Conbench¶
Conbench is a continuous benchmarking system for teams that need performance data to be easy to submit, inspect, compare, and act on.
Benchmark projects send Conbench structured result JSON. Conbench stores those results, groups comparable measurements into history series, and helps people answer the questions that matter during development:
- what just ran,
- whether the run published the expected measurements,
- which benchmark series changed,
- whether a change is statistically meaningful,
- where to inspect the raw result, history, commit, and machine context.
The main surfaces are:
- a dashboard for browsing runs, results, series, trends, comparisons, and CI reports,
- the
conbenchCLI for submitting results and generating CI diagnostics, - OpenAPI and generated SDKs for read automation,
- user-owned API tokens for CI and scripts,
- server-side alert rules for scheduled regression monitoring.
What to do next¶
- New users: start with the quickstart.
- Benchmark authors: read submitting results.

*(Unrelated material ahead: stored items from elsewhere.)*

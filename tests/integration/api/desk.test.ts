import sharp from "sharp";
import { beforeAll, describe, expect, it } from "vitest";
import { GET as getPicture } from "@/app/api/desk/items/[itemId]/picture/route";
import { GET as getSheet } from "@/app/api/desk/rounds/[roundId]/route";
import { PUT as handIn } from "@/app/api/desk/rounds/[roundId]/submission/route";
import { GET as listRounds } from "@/app/api/desk/rounds/route";
import { writeView } from "@/lib/auth/view";
import { DeskListSchema, DeskSheetSchema } from "@/lib/desk/schema";
import { submitRound } from "@/lib/desk/submit-round";
import { advanceRound } from "@/lib/rounds/advance-round";
import { callRoute } from "../../support/call-route";
import { changingNothing } from "../../support/changing-nothing";
import { useDatabase } from "../../support/database";
import { showingIds } from "../../support/desk";
import { itIsGuarded, itRefusesOtherSites } from "../../support/guarded-route";
import { expectProblem } from "../../support/problem";
import { signInAs } from "../../support/session";
import { makeTwoDepartments, type TwoDepartments } from "../../support/staff";
import {
  closeAndCompute,
  leftExo,
  makeCase,
  makeDraft,
  makeOpenRound,
  makePerson,
  readWholeRound,
  type TestPerson,
  type TestRound,
} from "../../support/world";

const HOUR_MS = 3_600_000;
const hence = (hours: number) => new Date(Date.now() + hours * HOUR_MS);

describe("the desk", () => {
  const db = useDatabase();
  let people: TwoDepartments;
  let lead: TestPerson;
  let examiner: TestPerson;
  let caseIds: string[];
  beforeAll(async () => {
    people = await makeTwoDepartments(db());
    ({ lead, examiner } = people.own);
    caseIds = [];
    for (const degrees of [15, 20, 30]) caseIds.push(await makeCase(db(), lead, leftExo(degrees)));
  });
  const [first, repeat, mirrored] = ["first" as const, "repeat" as const, "mirrored" as const];
  const round = (changes: Partial<TestRound> = {}): TestRound => ({
    examiners: [examiner],
    items: [...caseIds.map((caseId) => ({ caseId, kind: first })), { caseId: caseIds[0] ?? "", kind: mirrored }],
    ...changes,
  });
  const sheetOf = async (roundId: string, person = examiner) => {
    signInAs(person.id);
    const { status, body } = await callRoute(getSheet, { params: { roundId } });
    expect(status).toBe(200);
    return DeskSheetSchema.parse(body);
  };

  describe("GET /api/desk/rounds", () => {
    itIsGuarded({ db, handler: listRounds, roles: ["examiner", "trainee"], people: () => people });

    it("lists my own published rounds with where I stand in each", async () => {
      const reader = await makePerson(db(), lead.departmentId, ["examiner"]);
      const mine = (title: string, changes: Partial<TestRound> = {}) =>
        makeOpenRound(db(), lead, round({ examiners: [reader], title, ...changes }));
      await makeDraft(db(), lead, round({ examiners: [reader], title: "draft" }));
      await makeOpenRound(db(), lead, round({ title: "somebody else's" }));
      await mine("waiting", { opensAt: hence(1) });
      await mine("open");
      const submitted = await mine("submitted");
      await readWholeRound(db(), reader, submitted, () => leftExo(20));
      await submitRound(db(), reader, submitted);
      await advanceRound(db(), lead, await mine("closed"), "closed");
      const released = await mine("released");
      await closeAndCompute(db(), lead, released);
      await advanceRound(db(), lead, released, "released");
      const late = await mine("past its time"); // not closed by the worker yet
      await db()("rounds")
        .where({ id: late })
        .update({ closes_at: new Date(Date.now() - 1) });

      signInAs(reader.id);
      const { rounds } = DeskListSchema.parse((await callRoute(listRounds)).body);
      expect(rounds.map(({ title, state, itemCount, readCount }) => [title, state, itemCount, readCount])).toEqual([
        ["past its time", "closed", 4, 0],
        ["released", "released", 4, 0],
        ["closed", "closed", 4, 0],
        ["submitted", "submitted", 4, 4],
        ["open", "open", 4, 0],
        ["waiting", "waiting", 4, 0],
      ]);
    });
    it("shows a person of two departments the rounds of the one acted in", async () => {
      const both = await makePerson(db(), lead.departmentId, ["examiner"]);
      const otherId = people.other.lead.departmentId;
      await db()("memberships").insert({ person_id: both.id, department_id: otherId, roles: ["examiner"] });
      const roundId = await makeOpenRound(db(), lead, round({ examiners: [both] }));
      const listed = async (departmentId: string) => {
        signInAs(both.id, { view: writeView({ departmentId, role: "examiner" }) });
        return DeskListSchema.parse((await callRoute(listRounds)).body).rounds.map(({ id }) => id);
      };
      expect(await listed(lead.departmentId)).toEqual([roundId]);
      expect(await listed(otherId)).toEqual([]);
      expectProblem(await callRoute(getSheet, { params: { roundId } }), 404, "not-found");
    });
  });

  describe("GET /api/desk/rounds/[roundId]", () => {
    let roundId: string;
    beforeAll(async () => {
      roundId = await makeOpenRound(db(), lead, round({ examiners: [examiner, people.own.trainee] }));
    });
    itIsGuarded({
      db,
      handler: getSheet,
      roles: ["examiner", "trainee"],
      people: () => people,
      call: () => ({ params: { roundId } }),
      param: "roundId",
    });

    it("answers 404 to an examiner of the department who is not in the round, and to everybody for a draft", async () => {
      signInAs((await makePerson(db(), lead.departmentId, ["examiner"])).id);
      expectProblem(await callRoute(getSheet, { params: { roundId } }), 404, "not-found");
      const draft = await makeDraft(db(), lead, round());
      signInAs(examiner.id);
      expectProblem(await callRoute(getSheet, { params: { roundId: draft } }), 404, "not-found");
    });
    it("is blind: places, pictures and own readings, and not a word more", async () => {
      await readWholeRound(db(), people.own.trainee, roundId, () => leftExo(37));
      signInAs(examiner.id);
      const { body } = await callRoute(getSheet, { params: { roundId } });
      const sheet = DeskSheetSchema.strict().parse(body);
      expect(sheet.items.map((item) => Object.keys(item).sort())).toEqual(
        Array(4).fill(["height", "id", "pictureHref", "place", "reading", "width"]),
      );
      expect(sheet.items.map(({ place, reading }) => [place, reading])).toEqual(
        [1, 2, 3, 4].map((place) => [place, null]),
      );
      const items = await db()("items").where({ round_id: roundId });
      const codes = await db()("cases").whereIn("id", caseIds);
      const secrets = [
        ...items.flatMap(({ id, case_id, picture_key }) => [id, case_id, picture_key]),
        ...codes.map(({ code }) => `"${code}"`),
        ...[people.own.trainee.id, people.own.trainee.name, "mirrored", "repeat", "37"],
      ];
      const text = JSON.stringify(body).replaceAll(/T\d\d:\d\d:\d\d\.\d+Z/g, "");
      expect(secrets.filter((secret) => new RegExp(`(?<![0-9a-f])${secret}(?![0-9a-f])`).test(text))).toEqual([]);
    });
    it("gives each examiner showings of their own in an order that stays", async () => {
      const mine = await sheetOf(roundId);
      expect((await sheetOf(roundId)).items).toEqual(mine.items);
      const theirs = await sheetOf(roundId, people.own.trainee);
      expect(theirs.items.filter(({ id }) => mine.items.some((own) => own.id === id))).toEqual([]);
    });
    it("notes the first opening, and only that", async () => {
      const opened = await makeOpenRound(db(), lead, round());
      const noted = async () => (await db()("assignments").where({ round_id: opened }).first()).opened_at;
      expect(await noted()).toBeNull();
      await sheetOf(opened);
      const at = await noted();
      expect(at).toBeInstanceOf(Date);
      await sheetOf(opened);
      expect(await noted()).toEqual(at);
    });
    it("shows no item before the opening", async () => {
      const waiting = await makeOpenRound(db(), lead, round({ opensAt: hence(1) }));
      expect(await changingNothing(db(), () => sheetOf(waiting))).toMatchObject({
        state: "waiting",
        items: [],
        itemCount: 4,
      });
    });
    it("still shows my readings after the closing", async () => {
      const closed = await makeOpenRound(db(), lead, round());
      await readWholeRound(db(), examiner, closed, () => leftExo(25));
      await advanceRound(db(), lead, closed, "closed");
      const { state, items } = await sheetOf(closed);
      expect(state).toBe("closed");
      expect(items.map(({ reading }) => reading?.finding)).toEqual(Array(4).fill(leftExo(25)));
    });
  });

  describe("GET /api/desk/items/[itemId]/picture", () => {
    let roundId: string;
    let itemId: string;
    beforeAll(async () => {
      roundId = await makeOpenRound(db(), lead, round({ examiners: [examiner, people.own.trainee] }));
      [itemId = ""] = await showingIds(db(), examiner, roundId);
    });
    const get = (id: string, person = examiner) => {
      signInAs(person.id);
      return callRoute(getPicture, { params: { itemId: id } });
    };
    itIsGuarded({
      db,
      handler: getPicture,
      roles: ["examiner", "trainee"],
      people: () => people,
      call: () => ({ params: { itemId } }),
      param: "itemId",
    });

    it("gives a picture without metadata or anything by which two showings could be matched", async () => {
      const seen = new Set<string>();
      for (const { id, width, height } of (await sheetOf(roundId)).items) {
        const { status, body, headers } = await get(id);
        if (!(body instanceof Uint8Array)) throw new Error("no picture");
        expect(status).toBe(200);
        expect([...headers.keys()].sort()).toEqual([
          "cache-control",
          "content-disposition",
          "content-length",
          "content-type",
        ]);
        const metadata = await sharp(body).metadata();
        expect(metadata).toMatchObject({ format: "jpeg", width, height });
        expect([metadata.exif, metadata.icc, metadata.xmp, metadata.iptc]).toEqual(Array(4).fill(undefined));
        seen.add(Buffer.from(body).toString("base64"));
      }
      expect(seen.size).toBe(4);
    });
    it("answers 404 for somebody else's showing, and for the item that it shows", async () => {
      const [theirs = ""] = await showingIds(db(), people.own.trainee, roundId);
      expectProblem(await get(theirs), 404, "not-found");
      expectProblem(await get((await db()("items").where({ round_id: roundId }).first()).id), 404, "not-found");
    });
    it("answers 404 before the opening", async () => {
      const waiting = await makeOpenRound(db(), lead, round({ opensAt: hence(1) }));
      const [early = ""] = await showingIds(db(), examiner, waiting);
      expectProblem(await get(early), 404, "not-found");
    });
    it("answers 404 in a released round for a case that is in a round still sealed", async () => {
      const reader = await makePerson(db(), lead.departmentId, ["examiner"]);
      const items = (count: number) => caseIds.slice(0, count).map((caseId) => ({ caseId, kind: first }));
      const past = await makeOpenRound(db(), lead, round({ examiners: [reader], items: items(3) }));
      await closeAndCompute(db(), lead, past);
      await advanceRound(db(), lead, past, "released");
      const ids = await showingIds(db(), reader, past);
      const shown = await db()("assignment_items")
        .join("items", "items.id", "item_id")
        .select("assignment_items.id", "case_id");
      const statuses = async () => Promise.all(ids.map(async (id) => (await get(id, reader)).status));
      expect(await statuses()).toEqual([200, 200, 200]);

      const next = await makeOpenRound(db(), lead, round({ examiners: [reader], items: items(1) }));
      const sealed = ids.map((id) => shown.find((each) => each.id === id)?.case_id === caseIds[0]);
      expect(await statuses()).toEqual(sealed.map((isSealed) => (isSealed ? 404 : 200)));
      await closeAndCompute(db(), lead, next);
      expect(await statuses()).toEqual(sealed.map((isSealed) => (isSealed ? 404 : 200)));
      await advanceRound(db(), lead, next, "released");
      expect(await statuses()).toEqual([200, 200, 200]);
    });
  });

  describe("PUT /api/desk/rounds/[roundId]/submission", () => {
    let roundId: string;
    beforeAll(async () => {
      roundId = await makeOpenRound(db(), lead, round({ examiners: [examiner, people.own.trainee] }));
      await readWholeRound(db(), examiner, roundId, () => leftExo(20));
    });
    const put = (id: string, person = examiner) => {
      signInAs(person.id);
      return callRoute(handIn, { params: { roundId: id }, method: "PUT" });
    };
    const guarded = {
      db,
      handler: handIn,
      roles: ["examiner", "trainee"] as const,
      people: () => people,
      call: () => ({ params: { roundId }, method: "PUT" }),
      param: "roundId",
    };
    itIsGuarded(guarded);
    itRefusesOtherSites(guarded);

    it("answers 409 while cases are unread, and names their places", async () => {
      const half = await makeOpenRound(db(), lead, round());
      await readWholeRound(db(), examiner, half, (caseId, kind) =>
        caseId === caseIds[0] || kind === repeat ? null : leftExo(20),
      );
      const { items } = await sheetOf(half);
      const unread = items.filter(({ reading }) => reading === null).map(({ place }) => place);
      expect(unread).toHaveLength(2);
      const { detail } = expectProblem(await changingNothing(db(), () => put(half)), 409, "readings-missing");
      expect([...detail.matchAll(/\d+/g)].map(([place]) => Number(place))).toEqual(unread);
    });
    it("hands in once, however often and however fast it is asked", async () => {
      const answers = await Promise.all([put(roundId), put(roundId), put(roundId)]);
      expect(answers.map(({ status }) => status)).toEqual([200, 200, 200]);
      expect(answers[0]?.body).toMatchObject({ state: "submitted", submittedAt: expect.any(String) });
      const again = await changingNothing(db(), () => put(roundId));
      expect(again.body).toEqual(answers[0]?.body);
      const mine = db()("assignments").where({ round_id: roundId, person_id: examiner.id }).select("id");
      expect(await db()("audit_events").whereIn("target_id", mine)).toMatchObject([{ action: "round.submitted" }]);
    });
    it("answers 409 before the opening, after the closing time and after the closing", async () => {
      const early = await makeOpenRound(db(), lead, round({ opensAt: hence(1) }));
      expectProblem(await changingNothing(db(), () => put(early)), 409, "round-not-open");
      const late = await makeOpenRound(db(), lead, round());
      await readWholeRound(db(), examiner, late, () => leftExo(20));
      await db()("rounds")
        .where({ id: late })
        .update({ closes_at: new Date(Date.now() - 1) });
      expectProblem(await changingNothing(db(), () => put(late)), 409, "round-closed");
      await advanceRound(db(), lead, late, "closed");
      expectProblem(await changingNothing(db(), () => put(late)), 409, "round-closed");
    });
  });
});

- CI owners: wire up CI reporting.
- Dashboard users: read browsing and comparing or review the dashboard screenshots.
- CLI users: use the CLI reference.
- Automation authors: use API and SDK.
- Operators: review operations.
Supported surfaces¶
| Need | Supported path |
|---|---|
| Submit benchmark results | conbench results submit |
| Generate a PR or CI diagnostic | conbench ci report |
| Manage scheduled regression alerts | server-side alert rules plus conbench admin alerts evaluate and conbench admin alerts deliver |
| Browse trends and comparisons | Svelte dashboard |
| Read/query from automation | Generated SDKs and OpenAPI |
| Authenticate humans | OIDC session login |
| Authenticate automation | User-owned API tokens |
Migrating From Older Conbench¶
If you already run a Python/Flask Conbench deployment or publish results through the older Python packages, start with the Python app migration guide. The legacy parity roadmap explains what is replaced, retired, or future product work. Package maintainers should use the legacy deprecation notices when updating old READMEs, PyPI pages, or release notes.